7. The price reported in Column 4 is a weighted average price of all shares sold on the transaction date by the Issuer's broker to cover taxes upon the vesting of RSUs for certain employees of the Issuer. These shares were sold in multiple transactions at prices ranging from $0.82 to $0.86, inclusive. The Reporting Person undertakes to provide to the Issuer, any security holder of the Issuer, or the staff of the Securities and Exchange Commission, upon request, full information regarding the number of shares sold at each separate price within the range set forth in this footnote.
8. The restricted stock units vest 12.5% on September 15, 2022 and 1/32nd each quarter thereafter, on December 15th, March 15th, June 15th and September 15th.
9. Each restricted stock unit represents the contingent right to receive one share of LT50 common stock. This transaction represents the settlement of vested RSUs in shares of LT50 Common Stock.
10. The LT50 Common Stock is convertible into the Issuer's Class A Common Stock on a one-to-one basis only upon, and generally cannot be transferred without, satisfaction of certain notice and other requirements, including a notice period of 50 months. The LT50 Common Stock will automatically convert into shares of the Issuer's Class A Common Stock on a one-to-one basis at such time as all of the then-outstanding shares of LT10 and LT50 Common Stock represent, in the aggregate, less than 2% of all then-outstanding shares of common stock.
11. Deposited into the Expensify Voting Trust (the "Voting Trust"). The Reporting Person retains investment control and dispositive power over the shares deposited into the Voting Trust.
Remarks:
/s/ Ryan Schaffer, as attorney-in-fact06/11/2026
** Signature of Reporting PersonDate
Reminder: Report on a separate line for each class of securities beneficially owned directly or indirectly.
* If the form is filed by more than one reporting person, see Instruction 4 (b)(v).
** Intentional misstatements or omissions of facts constitute Federal Criminal Violations See 18 U.S.C. 1001 and 15 U.S.C. 78ff(a).
Note: File three copies of this Form, one of which must be manually signed. If space is insufficient, see Instruction 6 for procedure.
Persons who respond to the collection of information contained in this form are not required to respond unless the form displays a currently valid OMB Number.
* Form 4: SEC 1474 (03-26)

FAQ

What did Expensify (EXFY) director Daniel Vidal report in this Form 4?

Daniel Vidal reported equity grants, RSU settlements, and related tax-cover sales.

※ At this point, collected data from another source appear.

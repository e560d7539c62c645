/**
 * The MIME bundle of every curbfit result, for `[Symbol.for("Jupyter.display")]()`:
 *
 * | result            | chart                         | text                                      |
 * | ----------------- | ----------------------------- | ----------------------------------------- |
 * | `Table`           | none                          | source, rows, one line per column         |
 * | `Fit`             | coefficients (standardized)   | coefficients on both scales, fit numbers  |
 * | `SweepResult`     | validation curve              | the choice, a thinned CV table, notes     |
 * | `ComparisonResult`| comparison                    | one row per candidate, verdicts           |
 * | model-choice record | validation curve or comparison | data, folds, models, cautions          |
 * | verify report     | none                          | the report's text                         |
 *
 * Each bundle with a chart carries `application/vnd.vegalite.v5+json`, `image/svg+xml`,
 * `text/html` (the SVG inline, then a bare table), `text/markdown` (the tables), `text/plain`
 * (aligned, no control characters) and `image/png` when the rasterizer is available (see
 * charts/show.ts). Results attach these with `withDisplay`; this module imports only types from
 * the result modules, which import it, so the module graph stays one-directional.
 *
 * @module
 */
import type { Fit } from "../fit/fit.ts";
import type { ComparisonResult } from "../sweep/compare.ts";
import type { SweepResult } from "../sweep/sweep.ts";
import type { ScaleSweepResult } from "../stream/finish.ts";
import type { Table } from "../table/types.ts";
import {
  type FoldsSection,
  isSparseModel,
  type ModelChoiceRecord,
  type ModelSection,
  modelStrengths,
  standingStrength,
} from "../record/schema.ts";
import type { VerifyReport } from "../record/report.ts";
import { isSparse, type Penalty, type StrengthScale, strengthSymbol } from "../fit/penalty.ts";
import { makeBundle, type MimeBundle } from "./bundle.ts";
import { escapeHtml, escapeMarkdown, showControls } from "./escape.ts";
import { type Cell, type CellTable, formatHtmlTable, formatTextTable } from "./table.ts";
import { chartBundle, JUPYTER_DISPLAY, type ShownBundle, withDisplay } from "./charts/show.ts";
import { coefficientChart } from "./charts/coefficients.ts";
import { comparisonChart, type ComparisonSource } from "./charts/comparison.ts";
import { type CurveSource, validationCurveChart } from "./charts/validation.ts";
import { spreadIndices } from "./charts/sample.ts";
import { foldWords, num } from "./charts/theme.ts";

He received Class A stock awards and RSU conversions, then a broker sold shares on his behalf to cover associated tax obligations, leaving him with substantial direct holdings after the transactions.

How many Expensify (EXFY) shares did Daniel Vidal sell, and at what prices?

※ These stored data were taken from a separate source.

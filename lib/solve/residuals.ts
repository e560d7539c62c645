/**
 * Residual passes over the design rows in double-double: the one place the exact solvers read
 * the data. Each residual yᵢ − rᵢ − b − zᵢᵀw is formed with the operations of one double-double
 * accumulator per row (TwoSum and Dekker's TwoProduct, inlined: the split of each w_q is taken
 * once), then rounded; column sums of a multiplier tᵢ times the design are accumulated the same
 * way, one compensated sum per column.
 *
 * @module
 */
import { productError, splitHigh, sumError } from "../numeric/dd.ts";
import type { DesignBlock } from "../design/types.ts";

/** The rows a pass reads: the design and the target. */
export type DataRows = Pick<DesignBlock, "n" | "p" | "hi" | "lo"> & { readonly y: Float64Array };

/**
 * What one pass adds up, in double-double (leading parts in `hi`, trailing parts in `lo`): the
 * multiplier's sum first when `intercept` is set, then one entry per design column.
 */
export interface ColumnSums {
  readonly hi: Float64Array;
  readonly lo: Float64Array;
  readonly intercept: boolean;
}

/** Where a pass takes the multiplier tᵢ of its column sums from. */
export type Multiplier = "given" | "residual";

/**
 * One pass over the data rows at intercept `b` and coefficients `w`:
 * dᵢ = yᵢ − rᵢ − b − Σ_q (hi + lo)_iq w_q in double-double, rounded to double (rᵢ = 0 when `r`
 * is omitted), written to `out` when given. When `sums` is given it is reset to Σᵢ tᵢ (with an
 * intercept) and Σᵢ (hi + lo)_iq tᵢ, where tᵢ = rᵢ (`multiplier` "given": Aᵀr of Björck's
 * refinement) or tᵢ = dᵢ ("residual": the gradient Aᵀe of the normal equations). Returns
 * Σᵢ dᵢ² in double-double, rounded. `withLo` flags the columns whose lo parts are read. For
 * "residual" the multiplier is dᵢ unrounded (its double-double value), as refinement needs.
 *
 * @example
 * ```ts
 * import { residualPass } from "./residuals.ts";
 * const rows = { n: 2, p: 1, hi: Float64Array.of(1, 2), lo: new Float64Array(2), y: Float64Array.of(1, 1) };
 * console.log(residualPass(rows, Uint8Array.of(0), 0, Float64Array.of(1))); // 1
 * ```
 */
export function residualPass(
  rows: DataRows,
  withLo: Uint8Array,
  b: number,
  w: Float64Array,
  options: {
    readonly r?: Float64Array;
    readonly out?: Float64Array;
    readonly sums?: ColumnSums;
    readonly multiplier?: Multiplier;
  } = {},
): number {
  const { n, p, hi, y } = rows;
  // Read only where withLo is 1, which columnsWithLo never sets when lo is null.
  const lo = rows.lo ?? new Float64Array(0);
  const { r, out, sums } = options;
  const ownResidual = options.multiplier === "residual";
  const wHi = w.map(splitHigh);
  const wLo = w.map((v, q) => v - wHi[q]);
  const sumHi = sums?.hi ?? new Float64Array(0);
  const sumLo = sums?.lo ?? new Float64Array(0);
  const off = sums?.intercept ? 1 : 0;
  sumHi.fill(0);
  sumLo.fill(0);
  let sqHi = 0;
  let sqLo = 0;
  for (let i = 0; i < n; i++) {
    let h = y[i];
    let l = 0;
    let s: number;
    if (r !== undefined) {
      s = h - r[i];
      l += sumError(h, -r[i], s);
      h = s;
    }
    s = h - b;
    l += sumError(h, -b, s);
    h = s;
    const row = i * p;
    for (let q = 0; q < p; q++) {
      const v = hi[row + q];
      const vHi = splitHigh(v);
      // The product (−v)·w_q; the split of −v is the negated split of v.
      const prod = -v * w[q];
      s = h + prod;
      l += sumError(h, prod, s);
      h = s;
      l += productError(prod, -vHi, vHi - v, wHi[q], wLo[q]);
      if (withLo[q] === 1) l -= lo[row + q] * w[q];
    }
    const d = h + l;
    const dLo = sumError(h, l, d);
    if (out !== undefined) out[i] = d;
    const dHi = splitHigh(d);
    const sq = d * d;
    s = sqHi + sq;
    sqLo += sumError(sqHi, sq, s) + productError(sq, dHi, d - dHi, dHi, d - dHi);
    sqHi = s;
    if (sums === undefined) continue;
    // The multiplier in double-double: the residual keeps its trailing part, so the gradient
    // Aᵀe is not limited by rounding e (which would cost digits when residuals are large).
    const t = ownResidual ? d : r === undefined ? 0 : r[i];
    const tTrail = ownResidual ? dLo : 0;
    const tHi = splitHigh(t);
    const tLo = t - tHi;
    if (off === 1) {
      s = sumHi[0] + t;
      sumLo[0] += sumError(sumHi[0], t, s) + tTrail;
      sumHi[0] = s;
    }
    for (let q = 0; q < p; q++) {
      const v = hi[row + q];
      const vHi = splitHigh(v);
      const gp = v * t;
      const j = off + q;
      s = sumHi[j] + gp;
      let gl = sumLo[j] + sumError(sumHi[j], gp, s);
      gl += productError(gp, vHi, v - vHi, tHi, tLo) + v * tTrail;
      if (withLo[q] === 1) gl += lo[row + q] * t;
      sumHi[j] = s;
      sumLo[j] = gl;
    }
  }
  return sqHi + sqLo;
}

/**
 * Σ (yᵢ − b − zᵢᵀw)² with each residual formed in double-double. `withLo` flags the design
 * columns whose lo parts are not all zero (computed from the block when omitted).
 *
 * @example
 * ```ts
 * import { residualSumOfSquares } from "./residuals.ts";
 * const rows = { n: 2, p: 1, hi: Float64Array.of(1, 2), lo: new Float64Array(2), y: Float64Array.of(1, 1) };
 * console.log(residualSumOfSquares(rows, 0, Float64Array.of(1))); // 1
 * ```
 */
export function residualSumOfSquares(
  rows: DataRows,
  intercept: number,
  w: Float64Array,
  withLo: Uint8Array = columnsWithLo(rows),
): number {
  return residualPass(rows, withLo, intercept, w);
}

/**
 * Flags (1) the columns of a design block whose lo parts are not all zero (none when lo is null).
 *
 * @example
 * ```ts
 * import { columnsWithLo } from "./residuals.ts";
 * console.log(columnsWithLo({ n: 1, p: 2, hi: Float64Array.of(0.1, 0.01), lo: Float64Array.of(0, 1e-19) })); // Uint8Array(2) [ 0, 1 ]
 * ```
 */
export function columnsWithLo(block: Pick<DesignBlock, "n" | "p" | "lo">): Uint8Array {
  const { n, p, lo } = block;
  const flags = new Uint8Array(p);
  if (lo === null) return flags;
  for (let i = 0; i < n; i++) {
    const row = i * p;
    for (let q = 0; q < p; q++) if (lo[row + q] !== 0) flags[q] = 1;
  }
  return flags;
}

Vidal was allocated sales totaling 7,668 Class A shares. Footnotes state weighted average prices near $0.76 on March 17, 2026 and $0.84 on March 24, 2026, with trades executed across narrow price ranges to fund tax obligations on equity awards.

How many Expensify (EXFY) shares does Daniel Vidal own after these transactions?

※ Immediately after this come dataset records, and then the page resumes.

/**
 * The exact solver: regularized least squares on the data matrix by Householder QR, polished by
 * augmented-system iterative refinement (Björck 1967, "Iterative refinement of linear least
 * squares solutions I", BIT 7) with residuals computed in double-double.
 *
 * Problem (augmented-error convention, sum-of-squares units):
 *   minimize Σᵢ (yᵢ − b − Σ_q Z_iq w_q)² + Σ_q c_q² w_q²
 * where c_q = √(λ γ_q) · s_q is supplied by the caller (s_q the column's scale). The penalty
 * enters as p extra rows of the matrix, so λ = 0 is ordinary least squares and the intercept
 * b is never penalized. The normal equations are never formed.
 *
 * @module
 */
import { applyQ, applyQt, householderQR, solveR, solveRt } from "../numeric/qr.ts";
import { DDAccumulator } from "../numeric/dd.ts";

/** A least-squares problem with a double-double design (row-major n×p). */
export interface LsProblem {
  readonly n: number;
  readonly p: number;
  readonly hi: Float64Array;
  readonly lo: Float64Array;
  readonly y: Float64Array;
  readonly intercept: boolean;
  /** c_q = √(λγ_q)·s_q per column; omitted or all zero for no penalty. */
  readonly penaltyRoot?: Float64Array;
}

/** The refined solution. */
export interface LsSolution {
  /** Intercept (0 when the problem has none). */
  readonly intercept: number;
  /** Coefficients on the design's own scale. */
  readonly w: Float64Array;
  /** Σᵢ residualᵢ² over the data rows, from double-double residuals. */
  readonly rss: number;
  /** Refinement steps taken. */
  readonly iterations: number;
  /** Relative size of the last correction (‖δx‖∞/‖x‖∞, scaled units). */
  readonly lastCorrection: number;
}

const MAX_STEPS = 40;
const CONVERGED = 2 ** -60;

/**
 * Solves the problem to (near) full double precision in the coefficients.
 *
 * @example
 * ```ts
 * import { solveRefined } from "./exact.ts";
 * const sol = solveRefined({
 *   n: 3, p: 1, hi: Float64Array.of(0, 1, 2), lo: new Float64Array(3),
 *   y: Float64Array.of(1, 3, 5), intercept: true,
 * });
 * console.log(sol.intercept, sol.w[0]); // 1 2
 * ```
 */
export function solveRefined(problem: LsProblem): LsSolution {
  const a = augmentedColumns(problem);
  const { m, hi, lo, scale } = a;
  const nc = hi.length;
  const qr = householderQR(hi.map((c) => Float64Array.from(c)), m);
  const b = new Float64Array(m);
  b.set(problem.y);
  const x = new Float64Array(nc);
  const r = new Float64Array(m);
  const acc = new DDAccumulator();
  let steps = 0;
  let last = Infinity;
  for (; steps < MAX_STEPS; steps++) {
    const f = new Float64Array(m);
    for (let i = 0; i < m; i++) {
      acc.reset();
      acc.add(b[i]);
      acc.add(-r[i]);
      for (let j = 0; j < nc; j++) acc.addDDProduct(-hi[j][i], -lo[j][i], x[j]);
      f[i] = acc.value();
    }
    const g = new Float64Array(nc);
    for (let j = 0; j < nc; j++) {
      acc.reset();
      const h = hi[j], l = lo[j];
      for (let i = 0; i < m; i++) acc.addDDProduct(h[i], l[i], r[i]);
      g[j] = -acc.value();
    }
    // Solve [I A; Aᵀ 0][δr; δx] = [f; g] with A = Q[R; 0].
    const h = solveRt(qr, g);
    applyQt(qr, f);
    const d1h = new Float64Array(nc);
    for (let j = 0; j < nc; j++) d1h[j] = f[j] - h[j];
    const dx = solveR(qr, d1h);
    const dr = f; // reuse: [h; d2]
    dr.set(h);
    applyQ(qr, dr);
    let dxMax = 0, xMax = 0;
    for (let j = 0; j < nc; j++) {
      x[j] += dx[j];
      dxMax = Math.max(dxMax, Math.abs(dx[j]));
      xMax = Math.max(xMax, Math.abs(x[j]));
    }
    for (let i = 0; i < m; i++) r[i] += dr[i];
    const rel = xMax === 0 ? 0 : dxMax / xMax;
    const stalled = steps >= 2 && rel > 0.5 * last;
    last = rel;
    if (rel <= CONVERGED || stalled) {
      steps++;
      break;
    }
  }
  for (let j = 0; j < nc; j++) x[j] *= scale[j];
  const off = problem.intercept ? 1 : 0;
  const w = x.slice(off);
  const intercept = problem.intercept ? x[0] : 0;
  return {
    intercept,
    w,
    rss: residualSumOfSquares(problem, intercept, w),
    iterations: steps,
    lastCorrection: last,
  };
}

/** Σ (yᵢ − b − zᵢᵀw)² with each residual formed in double-double. */
export function residualSumOfSquares(
  problem: Pick<LsProblem, "n" | "p" | "hi" | "lo" | "y">,
  intercept: number,
  w: Float64Array,
): number {
  const { n, p, hi, lo, y } = problem;
  const acc = new DDAccumulator();
  const sum = new DDAccumulator();
  for (let i = 0; i < n; i++) {
    acc.reset();
    acc.add(y[i]);
    acc.add(-intercept);
    const row = i * p;
    for (let j = 0; j < p; j++) acc.addDDProduct(-hi[row + j], -lo[row + j], w[j]);
    const e = acc.value();
    sum.addProduct(e, e);
  }
  return sum.value();
}

/** Columns of [1 Z; 0 diag(c)] scaled by exact powers of two to unit max-abs. */
function augmentedColumns(problem: LsProblem) {
  const { n, p, intercept } = problem;
  const pen = problem.penaltyRoot;
  const penalized = pen !== undefined && pen.some((c) => c > 0);
  const m = n + (penalized ? p : 0);
  const hi: Float64Array[] = [];
  const lo: Float64Array[] = [];
  const scale: number[] = [];
  if (intercept) {
    const ones = new Float64Array(m);
    ones.fill(1, 0, n);
    hi.push(ones);
    lo.push(new Float64Array(m));
    scale.push(1);
  }
  for (let q = 0; q < p; q++) {
    const h = new Float64Array(m);
    const l = new Float64Array(m);
    let maxAbs = 0;
    for (let i = 0; i < n; i++) maxAbs = Math.max(maxAbs, Math.abs(problem.hi[i * p + q]));
    if (penalized) maxAbs = Math.max(maxAbs, pen![q]);
    const d = maxAbs > 0 ? 2 ** -Math.floor(Math.log2(maxAbs)) : 1;
    for (let i = 0; i < n; i++) {
      h[i] = problem.hi[i * p + q] * d;
      l[i] = problem.lo[i * p + q] * d;
    }
    if (penalized) h[n + q] = pen![q] * d;
    hi.push(h);
    lo.push(l);
    scale.push(d);
  }
  return { m, hi, lo, scale: Float64Array.from(scale) };
}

After the reported transactions, Vidal directly held 454,545 shares of Expensify Class A common stock. This figure incorporates his reported grants, RSU settlements into Class A stock, and the tax-cover sales executed by the broker during March 2026.

What equity awards did Daniel Vidal receive from Expensify (EXFY) in March 2026?

He received two notable Class A stock grants on March 13, 2026 of 20,925 and 72,413 shares. Additional transactions on March 15, 2026 show vested restricted stock units settling into Class A and LT50 common stock, each RSU representing the right to one underlying share.

What is LT50 common stock and how does it relate to Expensify (EXFY) Class A shares?

LT50 common stock is a separate class convertible into Expensify Class A on a one-to-one basis. Footnotes state conversion generally requires notice and other conditions, and all LT10 and LT50 shares automatically convert once they collectively fall below 2% of outstanding common stock.